LLMZip:使用大型語言模型進行無損文本壓縮
LLMZip: Lossless Text Compression using Large Language Models
June 6, 2023
作者: Chandra Shekhara Kaushik Valmeekam, Krishna Narayanan, Dileep Kalathil, Jean-Francois Chamberland, Srinivas Shakkottai
cs.AI
摘要
我們利用大型語言模型LLaMA-7B來預測下一個token在過去token窗口中的條件下,提供了對英語熵的漸近上界的新估計。這個估計顯著小於目前在cover1978convergent、lutati2023focus中可用的估計。一個自然的副產物是一個用於英語文本的無損壓縮算法,該算法將大型語言模型的預測與無損壓縮方案結合。有限實驗的初步結果表明,我們的方案優於BSC、ZPAQ和paq8h等最先進的文本壓縮方案。
English
We provide new estimates of an asymptotic upper bound on the entropy of
English using the large language model LLaMA-7B as a predictor for the next
token given a window of past tokens. This estimate is significantly smaller
than currently available estimates in cover1978convergent,
lutati2023focus.
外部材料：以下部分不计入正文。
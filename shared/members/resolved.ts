import type { Source } from '../calc/line.ts';
import type { GivenValue } from '../calc/quantity.ts';
import type { WShape } from '../sections/table.ts';
import type { CalculationInput, Ends } from './input.ts';
import type { Steel } from './material.ts';

/** What is wrong with an input, where, and what would be right. */
export interface Problem {
  /** `members[0].combinations[1].P`. */
  readonly path: string;
  readonly message: string;
}

export interface Stated<T> {
  readonly value: T;
  readonly source: Source;
  readonly confirmed: boolean;
}

export interface ResolvedCombination {
  readonly id: string;
  readonly name: string;
  /** Section of the analysis where it is another than the member's: the forces are unconfirmed. */
  readonly analysedWith: string | null;
  readonly P: GivenValue;
  readonly moments: Readonly<
    Record<'x' | 'y', { A: GivenValue; B: GivenValue; max: GivenValue | null }>
  >;
}

export interface ResolvedMember {
  readonly id: string;
  readonly mark: string;
  readonly section: Stated<string>;
  /** null: a shape of another family, outside the scope of the book. */
  readonly shape: WShape | null;
  readonly steel:
    | { readonly kind: 'grade'; readonly steel: Steel }
    | { readonly kind: 'own'; readonly name: string; readonly Fy: GivenValue };
  readonly length: GivenValue;
  readonly ends: Stated<Ends>;
  readonly Lcx: GivenValue | null;
  readonly Lcy: GivenValue | null;
  readonly Lcz: GivenValue | null;
  readonly Lb: GivenValue | null;
  readonly Cb: GivenValue | 'auto';
  readonly endMomentSign: 'bending' | 'joint';
  readonly combinations: readonly ResolvedCombination[];
}

export interface ResolvedInput {
  readonly source: CalculationInput;
  readonly design: 'LRFD' | 'ASD';
  readonly units: 'us' | 'si';
  readonly constants: 'us' | 'si';
  readonly analysis: {
    readonly method: 'direct' | 'effective-length' | 'first-order';
    readonly secondOrder: 'from-analysis' | 'amplified' | 'exact';
    readonly includesMemberEffect: boolean;
    readonly sway: 'none';
  };
  readonly sway: Stated<'none'>;
  readonly members: readonly ResolvedMember[];
}

export type ParsedInput =
  | { readonly ok: true; readonly input: ResolvedInput }
  | { readonly ok: false; readonly problems: readonly Problem[] };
A natural byproduct is an algorithm for lossless
compression of English text which combines the prediction from the large
language model with a lossless compression scheme. Preliminary results from
limited experiments suggest that our scheme outperforms state-of-the-art text
compression schemes such as BSC, ZPAQ, and paq8h.